Dr. Aran obtained her Bachelor’s degree in Biological Sciences and her PhD in the Universitat Autónoma de Barcelona.

She worked at the in vitro fertilization laboratory of the Institut Universitari Dexeus from 1986 to 2007. She was the Stem Cell Bank Coordinator at the CMRB between 2007 and 2010. From 2010 to 2012 she was the responsible for the Project Support Unit at the Advanced Therapies of the Catalan Transplant Organization (OCATT). Afterwards, from 2012 to 2014, she was in charge of the department of R&D+i and the Biotechnology Unit at the Mesoestetic Pharma Group in Barcelona. In March 2015, she re-joined at the CMRB as Stem Cell Bank Coordinator.

Her activity is focused on the derivation, generation, culture, characterization and banking of human Pluripotent Stem Cell (hPSC) and their clinical translation.

Coordinator of projects related to hPSC registration and hPSC banking. She is also interested in legislation and bioethics in hPSC research.
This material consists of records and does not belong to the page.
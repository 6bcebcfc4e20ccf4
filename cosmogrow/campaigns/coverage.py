"""Calibration statistics of a campaign's results (docs/method.md#calibration).

Per injected k and estimator: bias, RMSE, interval widths, coverage of the 68/95 % intervals with
binomial errors, power to exclude k = 0 and k = 3. Simulation-based calibration (Talts et al. 2018,
arXiv:1804.06788): the rank of the true k among L posterior draws is uniform on {0, ..., L} for a
calibrated posterior; binned ranks are compared with a uniform histogram by a chi-square test.
"""

import numpy as np
from scipy import stats

#: Coverage is judged against the central intervals the fits report: 16-84 % and 2.5-97.5 %.
LEVELS = {"68": 0.68, "95": 0.95}
EXCLUDED_VALUES = (0.0, 3.0)


def binomial_error(p, n):
    """Standard error of a fraction p estimated from n trials (NaN for n = 0)."""
    return float(np.sqrt(p * (1.0 - p) / n)) if n > 0 else float("nan")


def recovery_block(k_true, estimate, std, lo68, hi68, lo95, hi95, converged):
    """Calibration of one injected k and one estimator.

    Parameters
    ----------
    k_true : float, injected k
    estimate, std : arrays (R,), the estimates of k and their posterior standard deviations
    lo68, hi68, lo95, hi95 : arrays (R,), interval bounds
    converged : array of bool (R,)

    Returns
    -------
    dict: n, n_failed (non-finite estimates, left out), n_not_converged, bias (mean estimate -
    k_true) with its standard error, bias_over_sigma (bias / median std), median_std, rmse,
    median_width68/95, coverage68/95 each with binomial error and the nominal level, and the power
    to exclude k = 0 and k = 3 (fraction of 95 % intervals without them).
    """
    arrays = [np.asarray(a, dtype=float) for a in (estimate, std, lo68, hi68, lo95, hi95)]
    ok = np.all([np.isfinite(a) for a in arrays], axis=0)
    estimate, std, lo68, hi68, lo95, hi95 = (a[ok] for a in arrays)
    n = int(ok.sum())
    out = {"k_injected": float(k_true), "n": n, "n_failed": int((~ok).sum()),
           "n_not_converged": int(np.sum(~np.asarray(converged, dtype=bool)[ok]))}
    if n == 0:
        return out
    error = estimate - k_true
    median_std = float(np.median(std))
    bias = float(np.mean(error))
    out.update({
        "bias": bias,
        "bias_error": float(np.std(error, ddof=1) / np.sqrt(n)) if n > 1 else float("nan"),
        "bias_over_sigma": bias / median_std if median_std > 0 else float("nan"),
        "median_std": median_std,
        "rmse": float(np.sqrt(np.mean(error**2))),
        "median_width68": float(np.median(hi68 - lo68)),
        "median_width95": float(np.median(hi95 - lo95)),
    })
    for level, (lo, hi) in {"68": (lo68, hi68), "95": (lo95, hi95)}.items():
        fraction = float(np.mean((lo <= k_true) & (k_true <= hi)))
        out[f"coverage{level}"] = fraction
        out[f"coverage{level}_error"] = binomial_error(fraction, n)
        out[f"coverage{level}_nominal"] = LEVELS[level]
        out[f"coverage{level}_band3"] = 3 * binomial_error(LEVELS[level], n)
    for value in EXCLUDED_VALUES:
        power = float(np.mean((value < lo95) | (value > hi95)))
        out[f"power_exclude_k{value:g}"] = power
        out[f"power_exclude_k{value:g}_error"] = binomial_error(power, n)
    return out


def sbc_rank(k_true, draws):
    """Rank of the truth among posterior draws: the number of draws below it (0 ... L)."""
    return int(np.sum(np.asarray(draws) < k_true))


def rank_bins(n_draws, n_ranks_observed, max_bins=20, min_expected=5):
    """Number of equal-width bins for ranks 0..L: a divisor of L + 1, at most `max_bins`, with at
    least `min_expected` ranks expected per bin (at least 2 bins)."""
    size = n_draws + 1
    divisors = [b for b in range(2, min(max_bins, size) + 1) if size % b == 0]
    good = [b for b in divisors if n_ranks_observed / b >= min_expected]
    return max(good) if good else (min(divisors) if divisors else 1)


def sbc_block(ranks, n_draws, prior):
    """Uniformity test of SBC ranks.

    Parameters
    ----------
    ranks : array of int, ranks in 0..n_draws
    n_draws : int, L, posterior draws per mock
    prior : (low, high), the range k was drawn from

    Returns
    -------
    dict: n, n_draws, prior, bins, counts (histogram of the ranks), expected count per bin, chi2,
    dof, p_value (chi-square test of uniformity), and the mean normalised rank (0.5 ideally; above
    0.5 the truth tends to lie above the draws, i.e. the estimator is biased low).
    """
    ranks = np.asarray(ranks, dtype=int)
    n = len(ranks)
    bins = rank_bins(n_draws, n)
    width = (n_draws + 1) // bins
    counts = np.bincount(ranks // width, minlength=bins)[:bins]
    expected = n / bins
    out = {"n": n, "n_draws": int(n_draws), "prior": [float(prior[0]), float(prior[1])],
           "bins": int(bins), "ranks_per_bin": int(width), "counts": counts.tolist(),
           "expected_per_bin": float(expected)}
    if n == 0 or bins < 2:
        return out
    chi2, p_value = stats.chisquare(counts)
    out.update({"chi2": float(chi2), "dof": int(bins - 1), "p_value": float(p_value),
                "mean_normalised_rank": float(np.mean(ranks) / n_draws)})
    return out
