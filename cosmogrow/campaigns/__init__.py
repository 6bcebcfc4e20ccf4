"""Many fits of mocks: mocks of a design fitted like the data, injection-recovery and
simulation-based calibration campaigns, their configuration, the durable journal of finished jobs,
the serial / process / Dask executors and the coverage statistics (docs/method.md#calibration).
"""
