"""Selection effects: the physical selection models (mass cut, AGN flux limit, sphere-of-influence
resolution, host-mass cut), each a probit in the black-hole mass, their thresholds per object
compiled into a `SelectionSet`, and the normal-CDF helpers they share (docs/method.md#selection).
"""
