"""Replicas of a design: mocks simulated like the data and fitted exactly like the data.

Shared by injection-recovery campaigns (`cosmogrow.campaigns.runner`) and the null tests / challenge of a
claimed k. Three verbs:

- `design_truth`: the `Truth` of a design (a fit's MAP with k replaced);
- `draw_replica` / `draw_simulated`: one mock catalogue of the data's own design (resample-hosts
  mode, the data's selections and cosmology) or of a simulator configuration;
- `fit_replica`: the fit of one mock, fast (MAP + Laplace) or by MCMC, reduced to the facts about k.

Nothing here loops over replicas, prints or writes files.
"""

import numpy as np

from ..simulation import population as simulate
from ..simulation.resample import resample_hosts
from ..config import load_toml
from ..errors import ConfigError
from ..inference.fit import FitData, build_model
from ..inference.k_estimate import CAMPAIGN_MAX_STEPS, CAMPAIGN_MODES, estimate_k
from ..outputs import sha256_file
from ..data.catalog import Catalog
from ..model.truth import Truth


def design_truth(model, theta_map, k: float) -> Truth:
    """Truth table of a design: the fitted parameters at `theta_map` with k replaced.

    Parameters
    ----------
    model : model.CoupledGrowthModel, the fitted model (gives names and fixed options)
    theta_map : array_like, shape (model.ndim,), e.g. the MAP of the data
    k : float, injected coupling exponent

    Returns
    -------
    Truth: k, alpha, beta, sigma_int (per sample when the scatter is), delta and delta_host (the
    zero points at 0), gamma, s_pivot, z_ref, f_out / sigma_out (0 / 1 without outliers) and the
    model's parent host priors.
    """
    layout = model.layout
    theta = np.asarray(theta_map, dtype=float)
    values = layout.to_dict(theta)
    scatter = layout.scatter_by_name(theta)
    outliers = {"f_out": values["f_out"], "sigma_out": values["sigma_out"]} if model.options.outliers else {}
    return Truth(k=float(k), alpha=values["alpha"], beta=values.get("beta", 1.0),
                 sigma_int=scatter if len(scatter) > 1 else next(iter(scatter.values())),
                 delta=layout.offsets_by_label(theta, "method"),
                 delta_host=layout.offsets_by_label(theta, "host_type"), gamma=float(model.gamma),
                 s_pivot=float(model.options.log_mstar_pivot), z_ref=float(model.options.z_ref),
                 host_priors=model.host_priors or None, **outliers)


def draw_replica(config, data: FitData, truth: Truth, seed) -> Catalog:
    """One mock of the data's own design: hosts, redshifts, methods and errors kept, masses redrawn.

    Parameters
    ----------
    config : config.RunConfig of the data; its model.host_errors says how the true hosts behind
        the observed ones are drawn (as the fit's likelihood assumes them)
    data : fit.FitData, the real data (catalogue, selections per sample, cosmology)
    truth : Truth (see `design_truth`)
    seed : int or SeedSequence

    Returns
    -------
    catalog.Catalog
    """
    return resample_hosts(data.catalog, truth, data.selections, data.cosmology, seed=seed,
                          host_errors=config.model.host_errors)


def draw_simulated(simulator: simulate.Simulator, truth: Truth, seed) -> Catalog:
    """One mock of a simulator configuration with its truth replaced by `truth`.

    Parameters
    ----------
    simulator : simulation.population.Simulator, the configuration with its samplers built
    truth : Truth to simulate (e.g. the configuration's with k replaced)
    seed : int or SeedSequence

    Returns
    -------
    catalog.Catalog
    """
    return simulator.simulate(seed=seed, truth=truth).catalog


def simulation_design(path) -> tuple:
    """A simulator configuration file as a design: (Simulator, FitData, Truth).

    The FitData has no rows (``catalog=None``): only the samples' selections and the cosmology,
    which is what fitting a mock needs. Raises ConfigError for a bad configuration.
    """
    simulator = simulate.Simulator(load_toml(path))
    parsed = simulator.config
    selections = {spec.name: list(spec.selection) for spec in parsed.samples}
    data = FitData(catalog=None, files=[{"path": str(path), "sha256": sha256_file(path)}],
                   selections=selections, cosmology=parsed.cosmology)
    return simulator, data, parsed.truth


def replica_data(data: FitData, catalog: Catalog) -> FitData:
    """FitData of a mock: the mock's rows with the design's selections and cosmology."""
    return FitData(catalog=catalog, files=[], selections=data.selections, cosmology=data.cosmology)


def fit_replica(config, data: FitData, catalog: Catalog, *, mode: str = "fast", selection_aware: bool = True,
                seed=None, max_steps: int = CAMPAIGN_MAX_STEPS, n_draws: int = 0) -> dict:
    """Fit one mock exactly like the data and reduce the result to k.

    Parameters
    ----------
    config : config.RunConfig, the run's model, priors and sampler options
    data : fit.FitData, the design (its selections and cosmology are used; its rows are not)
    catalog : catalog.Catalog, the mock
    mode : "fast" (MAP + Laplace), "importance" (MAP + Laplace importance-sampled to the exact
        posterior when a selection is modelled, a short chain when that fails: see
        `inference.k_estimate.estimate_k`) or "mcmc" (emcee ensemble as in `cosmogrow fit`)
    selection_aware : bool, model the declared selection (False: the plain likelihood)
    seed : int or SeedSequence, seeds the walkers, the sampler and the draws
    max_steps : int, step cap of the MCMC (mode "mcmc"); the run's autocorr_factor still applies
    n_draws : int, number of posterior draws of k to return (for simulation-based calibration):
        Laplace Gaussian draws, importance-weighted resamples, or evenly spaced chain draws

    Returns
    -------
    dict: `inference.k_estimate.KEstimate.as_dict`: k (MAP on the "laplace" path, else the
    posterior median), k_std, interval68, interval95 (lists [low, high]), converged (bool), tau_max and n_steps (NaN and 0 without a chain), path
    (which estimator ran: "laplace", "importance", "short chain" or "mcmc"), ess_fraction (of the
    importance weights, NaN otherwise) and k_draws (ndarray) when n_draws > 0.
    """
    if mode not in CAMPAIGN_MODES:
        raise ConfigError(f"estimator.mode: expected one of {', '.join(CAMPAIGN_MODES)}, got {mode!r}")
    model = build_model(config, data, selection_aware=selection_aware, catalog=catalog)
    return estimate_k(model, mode=mode, sampler=config.sampler, seed=seed, max_steps=max_steps,
                      n_draws=n_draws).as_dict()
She has published more than 60 scientific articles in national and international journals and 10 book chapters. She is professor in several masters related to her areas of interest.

Bernd Kuebler, PhD
Responsible of the reprogramming and iPSC platform
bkuebler@idibell.cat

Dr. Kuebler obtained his PhD 1999 in Cell Biology/Biochemistry at the Cell Biology and Biochemistry Department, University of Göttingen, Germany, working in the field of Insulin-like Growth Factors and their binding proteins. From 1999 till 2006 he worked as a postdoc at the Biochemistry Department of the Children’s Hospital, University of Hamburg, Germany, on purification, characterization and identification of IGFBP proteases. 2006 he moved to the Center for Genomic Regulation (CRG) in Barcelona, Spain, where he worked on transcriptional regulation of c-Myc bound to histone modifiers. In 2011 he moved to the CMRB where he works as a research associate on integrating and non-integrating reprogramming methods of human cells. From 2013 on he was person in charge of the Cell Culture Platform at the CMRB. 2015 he moved to the Stem Cell Bank at the CMRB. He has vast experience in cell culture, including derivation of human cells from tissues, reprogramming of human cells, culturing and expansion of embryonic stem cells and induced Pluripotent Stem Cells (iPSC) and their characterization and banking. He has published more than 30 publications, with 840 citations and an h-index 16.